Lorenzo Nencini (January 10, 1806 - March 14, 1854) was an Italian sculptor associated with Neoclassicism, active primarily in Florence.

== Early life and education ==
Nencini was born in Florence, and in 1819 admitted to that city's Academy of Fine Arts. Starting in 1823, he served his apprenticeship under sculptor Stefano Ricci (1765-1837), from whom Nencini adopted Canova's classicism. In 1827, he won a prize from the Academy, and two years later he was given another prize for his bas-relief depicting Adam and Eve expelled from Eden.

== Career ==
In 1832, he executed a statue of Saint Nicholas, now lost, noted for its reproduction of the historical clothes and accessories. In 1837, he showed a plaster model of what was deemed "the most beautiful of his works" (Saltini, 1862, p. 35), a lounging Bacchante in the act of eating grapes; he exhibited it again at Brera in 1838 and donated it to the Academy in Milan, where it remains today. In 1837, he created the effigy of Guido of Arezzo, inventor of the musical score, for the twenty-seventh niche of the outdoor Loggiato of the Uffizi; it was inaugurated ten years later on 24 June 1847.

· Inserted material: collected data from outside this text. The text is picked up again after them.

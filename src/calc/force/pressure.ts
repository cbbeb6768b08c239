import { isPolymer, type Material } from '../materials/index.ts';
import { type MPa, mpa, within } from '../units.ts';

/** One Brinell is one kgf/mm²; exact by definition of the kilogram-force. */
const MPA_PER_BRINELL = 9.80665;
/** How many times further than under a Brinell ball the metal is strained. From memory. */
const STRAIN_RATIO = 2.5;
/** Pressure over yield on plastics, which have no Brinell hardness. Judgement. */
const PLASTIC_PRESSURE = 3;

/**
 * Pressure under a tooth that is rolled into metal.
 *
 *     q = 9.80665 HB 2.5ⁿ
 *
 * | symbol | meaning | unit | range |
 * | --- | --- | --- | --- |
 * | HB (hardness) | Brinell hardness | HB | > 0 |
 * | n (strainHardening) | strain-hardening exponent | - | 0 to 1 |
 * | → q | pressure on the ground the teeth have won | MPa | |
 *
 * Assumes Brinell hardness is the pressure at which metal gives way under a blunt body.
 *
 * @source hardness-as-yield (9.80665 HB)
 * @source work-hardening (2.5ⁿ)
 * @example metalPressure(126, 0.1) // 1354.21 MPa
 */
export function metalPressure(hardness: number, strainHardening: number): MPa {
  within('hardness', hardness, Number.MIN_VALUE, 2000, 'HB');
  within('strainHardening', strainHardening, 0, 1);
  return mpa(MPA_PER_BRINELL * hardness * STRAIN_RATIO ** strainHardening);
}

/**
 * Pressure under a tooth that is rolled into a plastic.
 *
 *     q = 3 Re
 *
 * | symbol | meaning | unit | range |
 * | --- | --- | --- | --- |
 * | Re (yieldStrength) | yield strength | MPa | > 0 |
 * | → q | pressure on the ground the teeth have won | MPa | |
 *
 * Assumes the plastic does not spring back before the wheel has passed.
 *
 * @source plastic-pressure (three times yield)
 * @example plasticPressure(mpa(72)) // 216 MPa
 */
export function plasticPressure(yieldStrength: MPa): MPa {
  within('yieldStrength', yieldStrength, Number.MIN_VALUE, 1e5, 'MPa');
  return mpa(PLASTIC_PRESSURE * yieldStrength);
}

/**
 * Pressure under a tooth in this bar, its own hardness taken before the table's where it is known.
 *
 *     metals 9.80665 HB 2.5ⁿ;  plastics 3 Re
 *
 * | symbol | meaning | unit | range |
 * | --- | --- | --- | --- |
 * | material | row of the materials table | - | |
 * | HB (hardness) | hardness measured on the bar, or null | HB | > 0 |
 * | → q | pressure on the ground the teeth have won | MPa | |
 *
 * Assumes a hardness that was measured leaves the exponent of the table; of plastics it says nothing.
 *
 * @source hardness-as-yield (metals)
 * @source work-hardening (metals)
 * @source plastic-pressure (plastics)
 * @example rollingPressure(materialById('steel-lowC-CD'), null) // 1354.21 MPa
 * @example rollingPressure(materialById('pom'), null) // 216 MPa
 */
export function rollingPressure(material: Material, hardness: number | null): MPa {
  const brinell = hardness ?? material.hardness.value;
  if (isPolymer(material) || brinell === null) return plasticPressure(material.yield.value);
  return metalPressure(brinell, material.strainHardening.value ?? 0);
}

In 1838, Nencini created the tomb of Giovita Garavaglia for the Florentine basilica of Santissima Annunziata. He was then commissioned to decorate the porch of the church of Follonica with two bas-reliefs, as well as the gate of San Marco di Livorno, and following these prestigious commissions was commissioned in 1840-41 to execute the bust of Evangelista Torricelli and a medallion depicting Alessandro Marsili (1601–1670) for the Observatory of Galileo in Florence.

In 1844, Nencini was elected a member of the Academy of Fine Arts, and in 1849, he was appointed deputy professor of sculpture. On September 11, 1853, he was elected to the Academic Council for the sculptors' section. His works were exhibited at the London Universal Exposition of 1854.

Nencini died in Florence on March 14, 1854.